Biological fouling of the optics (e.g., by invertebrates and algae) can be a problem under some conditions, particularly in low to moderate flows when probes are left unattended for weeks at a time. Probes with wipers have been marketed but so far seem to be unreliable. Housings may reduce biofouling to some degree, but probes should be serviced at least on a weekly basis to clean the optics and to remove sediment that may collect in the housings or snagged debris such as leaves, roots, and twigs.

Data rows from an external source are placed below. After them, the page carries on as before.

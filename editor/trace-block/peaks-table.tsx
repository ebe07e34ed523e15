import type { TraceViewDto } from "@/lib/contract/traces";
import { formatSignificant } from "@/lib/ui/format-number";

const mV = (v: number | null) => (v === null ? "—" : `${(v * 1000).toFixed(1)}`);
const volts = (v: number | null, shift: number) => (v === null ? "—" : (v + shift).toFixed(4));

/** Anodic and cathodic peaks per cycle (baseline-corrected), ΔEp and E½. */
export function PeaksTable({
  peaks,
  shift,
  perArea,
}: {
  peaks: TraceViewDto["peaks"];
  shift: number;
  perArea: number;
}) {
  if (peaks.length === 0) return null;
  const current = (a: number | null | undefined) =>
    a === null || a === undefined ? "—" : formatSignificant(a * perArea);
  const unit = perArea === 1 ? "A" : "A cm⁻²";
  // A long cycling run scrolls inside the block (focusable, so the keyboard can scroll it too).
  const long = peaks.length > 12;
  return (
    <div
      className={long ? "max-h-72 overflow-auto" : "overflow-x-auto"}
      {...(long ? { tabIndex: 0, role: "region", "aria-label": "Peaks of every cycle" } : {})}
    >
      <table className="w-full text-xs tabular-nums" aria-label="Peaks per cycle">
        <thead className="sticky top-0 bg-paper text-left text-ink-soft">
          <tr>
            <th scope="col" className="py-1 pr-3 font-normal">
              Cycle
            </th>
            <th scope="col" className="py-1 pr-3 font-normal">
              E<sub>pa</sub> / V
            </th>
            <th scope="col" className="py-1 pr-3 font-normal">
              i<sub>pa</sub> / {unit}
            </th>
            <th scope="col" className="py-1 pr-3 font-normal">
              E<sub>pc</sub> / V
            </th>
            <th scope="col" className="py-1 pr-3 font-normal">
              i<sub>pc</sub> / {unit}
            </th>
            <th scope="col" className="py-1 pr-3 font-normal">
              ΔE<sub>p</sub> / mV
            </th>
            <th scope="col" className="py-1 font-normal">
              E<sub>½</sub> / V
            </th>
          </tr>
        </thead>
        <tbody className="font-mono">
          {peaks.map((p) => (
            <tr key={p.cycle} data-testid={`peaks-cycle-${p.cycle}`}>
              <td className="py-1 pr-3">{p.cycle}</td>
              <td className="py-1 pr-3">{volts(p.anodic?.potentialV ?? null, shift)}</td>
              <td className="py-1 pr-3">{current(p.anodic?.currentA)}</td>
              <td className="py-1 pr-3">{volts(p.cathodic?.potentialV ?? null, shift)}</td>
              <td className="py-1 pr-3">{current(p.cathodic?.currentA)}</td>
              <td className="py-1 pr-3" data-testid={`delta-ep-${p.cycle}`}>
                {mV(p.deltaEpV)}
              </td>
              <td className="py-1">{volts(p.halfWavePotentialV, shift)}</td>
            </tr>
          ))}
        </tbody>
      </table>
    </div>
  );
}
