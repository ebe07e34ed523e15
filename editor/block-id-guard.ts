import { Extension } from "@tiptap/core";
import { Plugin, PluginKey } from "@tiptap/pm/state";
import { newBlockId } from "@/lib/document/block-id";

const BLOCK_TYPES = new Set(["solutionBlock", "cellBlock", "traceBlock"]);

/**
 * Keeps block ids unique. Copying a solution block and pasting it duplicates its
 * attributes, id included; the copy gets a fresh id, so cell blocks that point at the
 * original keep pointing at it and the server's one-row-per-block rule holds.
 */
export const BlockIdGuard = Extension.create({
  name: "blockIdGuard",
  addProseMirrorPlugins() {
    return [
      new Plugin({
        key: new PluginKey("blockIdGuard"),
        appendTransaction(transactions, _old, state) {
          if (!transactions.some((tr) => tr.docChanged)) return null;
          const seen = new Set<string>();
          const fixes: { pos: number; id: string }[] = [];
          state.doc.descendants((node, pos) => {
            // Blocks never sit inside a paragraph: skip the text of textblocks.
            if (!BLOCK_TYPES.has(node.type.name)) return !node.isTextblock;
            const id = node.attrs.blockId as string | null;
            if (!id || seen.has(id)) fixes.push({ pos, id: newBlockId() });
            else seen.add(id);
            return false;
          });
          if (fixes.length === 0) return null;
          const tr = state.tr;
          for (const fix of fixes) tr.setNodeAttribute(fix.pos, "blockId", fix.id);
          return tr.setMeta("addToHistory", false);
        },
      }),
    ];
  },
});
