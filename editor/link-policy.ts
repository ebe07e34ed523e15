import { isSafeHref } from "@/lib/document/safe-href";

/**
 * Link options for the editor: only http, https, mailto and in-app links are ever created,
 * typed, pasted or autolinked. The server's document schema applies the same rule.
 */
export const linkOptions = {
  openOnClick: false,
  autolink: true,
  linkOnPaste: true,
  defaultProtocol: "https",
  protocols: ["http", "https", "mailto"],
  HTMLAttributes: { rel: "noopener noreferrer nofollow", target: "_blank" },
  isAllowedUri: (url: string, ctx: { defaultValidate: (url: string) => boolean }) =>
    ctx.defaultValidate(url) && isSafeHref(url),
  shouldAutoLink: (url: string) => isSafeHref(url),
};
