import type { CommandProps, JSONContent } from "@tiptap/core";
import { NodeSelection } from "@tiptap/pm/state";

/**
 * Inserts a live block without replacing a selected one: when a block is selected (as it is
 * right after being inserted), the new one goes after it instead of over it.
 */
export function insertBlockContent({ tr, commands }: CommandProps, content: JSONContent): boolean {
  const { selection } = tr;
  if (selection instanceof NodeSelection) return commands.insertContentAt(selection.to, content);
  return commands.insertContent(content);
}
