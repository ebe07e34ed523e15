"use client";

import type { Editor } from "@tiptap/core";
import { useEditorState } from "@tiptap/react";
import type { CellBlockInput } from "@/lib/document/block-schemas";

/** The cell blocks of the entry, in document order; re-renders only when one of them changes. */
export function useEntryCellBlocks(editor: Editor): CellBlockInput[] {
  return (
    useEditorState({
      editor,
      selector: ({ editor: e }) => {
        const found: CellBlockInput[] = [];
        e.state.doc.descendants((node) => {
          if (node.type.name === "cellBlock") found.push(node.attrs as CellBlockInput);
          return !node.isTextblock;
        });
        return found;
      },
      equalityFn: (a, b) =>
        a === b ||
        (a !== null &&
          b !== null &&
          a.length === b.length &&
          a.every((block, i) => block === b[i])),
    }) ?? []
  );
}
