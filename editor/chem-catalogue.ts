import {
  ACTIVITY_MODELS,
  listCouples,
  listRedoxProbes,
  listReferenceElectrodes,
  listSolvents,
  resolveSpecies,
  searchSpecies,
} from "@/lib/chem";
import type { SelectOption } from "./ui/select-field";

/**
 * The editor's one door to lib/chem's catalogues: species type-ahead, solvents, models,
 * couples, reference electrodes and hazard notes. If lib/chem renames a helper, only this
 * file changes. Lists are built once: the catalogues are static data.
 */

export interface SpeciesOption {
  formula: string;
  name: string;
  kind?: string;
}

export function searchSpeciesOptions(query: string, limit = 8): SpeciesOption[] {
  if (query.trim() === "") return [];
  return searchSpecies(query, limit).map(({ formula, name, kind }) => ({ formula, name, kind }));
}

const once = <T>(build: () => T) => {
  let value: T | undefined;
  return () => (value ??= build());
};

export const solventOptions = once((): SelectOption[] =>
  listSolvents().map((solvent) => ({
    value: solvent.id,
    label: solvent.id === solvent.name ? solvent.name : `${solvent.name} (${solvent.formula})`,
  })),
);

/** The models lib/chem offers, "auto" first, with their published names. */
export const modelOptions = once((): SelectOption[] =>
  ACTIVITY_MODELS.map((model) => ({ value: model.id, label: model.label })),
);

export function modelLabel(id: string): string {
  return ACTIVITY_MODELS.find((model) => model.id === id)?.label ?? id;
}

const signedVolts = (value: number) => `${value < 0 ? "−" : "+"}${Math.abs(value).toFixed(3)} V`;

export const coupleOptions = once((): SelectOption[] =>
  listCouples().map((couple) => ({
    value: couple.id,
    label: `${couple.reaction}   E° = ${signedVolts(couple.standardPotentialV)}`,
  })),
);

const SUB = "₀₁₂₃₄₅₆₇₈₉";
const SUP = "⁰¹²³⁴⁵⁶⁷⁸⁹";

/** "Fe(CN)6^4-" → "Fe(CN)₆⁴⁻" for places that take plain text only (select options). */
function formulaText(formula: string): string {
  const [body, charge] = formula.split("^");
  const sub = body.replace(/(?<=[A-Za-z)\]])\d+/g, (d) => [...d].map((c) => SUB[+c]).join(""));
  if (!charge) return sub.replace(/[+-]$/, (sign) => (sign === "+" ? "⁺" : "⁻"));
  const sign = charge.endsWith("-") ? "⁻" : "⁺";
  return sub + [...charge.slice(0, -1)].map((c) => SUP[+c]).join("") + sign;
}

export interface RedoxProbeOption extends SelectOption {
  /** The forms with a known diffusion coefficient, as options ("reduced", "oxidized"). */
  forms: SelectOption[];
}

/** lib/chem's redox probes, each with the forms it can be present in (those with a known D). */
export const redoxProbeOptions = once((): RedoxProbeOption[] =>
  listRedoxProbes().map((probe) => ({
    value: probe.id,
    label: `${probe.name} — ${probe.medium}`,
    forms: [
      probe.diffusionReducedCm2PerS25C !== null
        ? { value: "reduced", label: `reduced form, ${formulaText(probe.reduced)}` }
        : null,
      probe.diffusionOxidizedCm2PerS25C !== null
        ? { value: "oxidized", label: `oxidized form, ${formulaText(probe.oxidized)}` }
        : null,
    ].filter((form): form is SelectOption => form !== null),
  })),
);

const referenceNames = once(
  () =>
    new Map(listReferenceElectrodes().map((electrode) => [electrode.id as string, electrode.name])),
);

export function referenceElectrodeLabel(id: string): string {
  return referenceNames().get(id) ?? id;
}

/**
 * Hazard notes for a block: the engine's own list when it computed the solution, otherwise
 * (input refused) those of each typed species the catalogue knows and of its ions, so a
 * warning never disappears while a number is being corrected.
 */
export function hazardNotesFor(
  formulas: readonly string[],
  result?: { hazards?: readonly string[] },
): string[] {
  if (result?.hazards) return [...result.hazards];
  const notes = new Set<string>();
  for (const formula of formulas) {
    const species = tryResolve(formula);
    if (!species) continue;
    species.hazards.forEach((note) => notes.add(note));
    for (const ion of species.ions)
      tryResolve(ion.formula)?.hazards.forEach((note) => notes.add(note));
  }
  return [...notes];
}

function tryResolve(formula: string) {
  try {
    return resolveSpecies(formula);
  } catch {
    return undefined;
  }
}
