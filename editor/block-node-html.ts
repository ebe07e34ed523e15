import type { z } from "zod";

/**
 * How a live block travels as HTML (copy and paste, drag): one `data-block` attribute with
 * the block's inputs as JSON. On the way back in, the JSON is validated with the block's
 * own zod schema, so pasted HTML cannot smuggle odd attributes into a block.
 */
function readBlockData<T>(element: HTMLElement, schema: z.ZodType<T>): Partial<T> {
  const raw = element.getAttribute("data-block");
  if (!raw) return {};
  try {
    const parsed = schema.safeParse(JSON.parse(raw));
    return parsed.success ? parsed.data : {};
  } catch {
    return {};
  }
}

/** addAttributes() entries for a block: each key persists in the JSON but not as its own HTML attribute. */
export function blockAttributes<T extends Record<string, unknown>>(
  defaults: () => T,
  schema: z.ZodType<T>,
) {
  const fresh = defaults();
  return Object.fromEntries(
    Object.keys(fresh).map((key) => [
      key,
      {
        // blockId is left null here so the id guard gives every inserted block its own id.
        default: key === "blockId" ? null : fresh[key],
        rendered: false,
        parseHTML: (element: HTMLElement) =>
          (readBlockData(element, schema) as Record<string, unknown>)[key] ??
          (key === "blockId" ? null : fresh[key]),
      },
    ]),
  );
}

Where the suspended load is sandy, we must also consider whether pumped point samples can adequately represent discharge-weighted mean concentrations. Where should the sampler intake be located and how should it be oriented? Are large particles under-sampled? Does cross-contamination occur between samples? To what extent can the limitations of pumped point samples be overcome through calibration with ETR (equal transit rate) or EDI (equal discharge interval) samples?
Another key issue is that a programmable data logger is needed
for such tasks as calculating median turbidity and mean stage, and evaluating
rules for sampling. A high level language such as BASIC is desirable for
ease of code generation, maintenance, and portability. To meet this requirement,
we built data loggers around a single-board computer. However, for the
technology to be accepted, it will almost certainly have to be implemented
with an off-the-shelf data logger. We are currently investigating whether
the programming and sampling logic can be implemented on today's commercially
available data loggers.
Gilroy, E. J., R. M. Hirsch, and T. A. Cohn, Mean square error of regression-based constituent transport estimates, Water Resour. Res., 26(9), 2069-2077, 1990.
Gippel, C. J., Potential of turbidity monitoring for measuring the transport of suspended solids in streams, Hydrol. Processes, 9, 83-97, 1995.
Lewis, J. Turbidity-controlled suspended sediment sampling for runoff-event load estimation. Water Resour. Res., 32(7), 2299-2310, 1996.
Lewis, J., and R. Eads. Turbidity-controlled suspended sediment sampling. Watershed Management Council Newsletter 6(4): 1,4-5, 1996.
Walling, D. E. and B. W. Webb, The reliability of rating curve
estimates of suspended sediment yield: some further comments, in Sediment
Budgets, IAHS Publ. 174, pp. 337-350, 1988.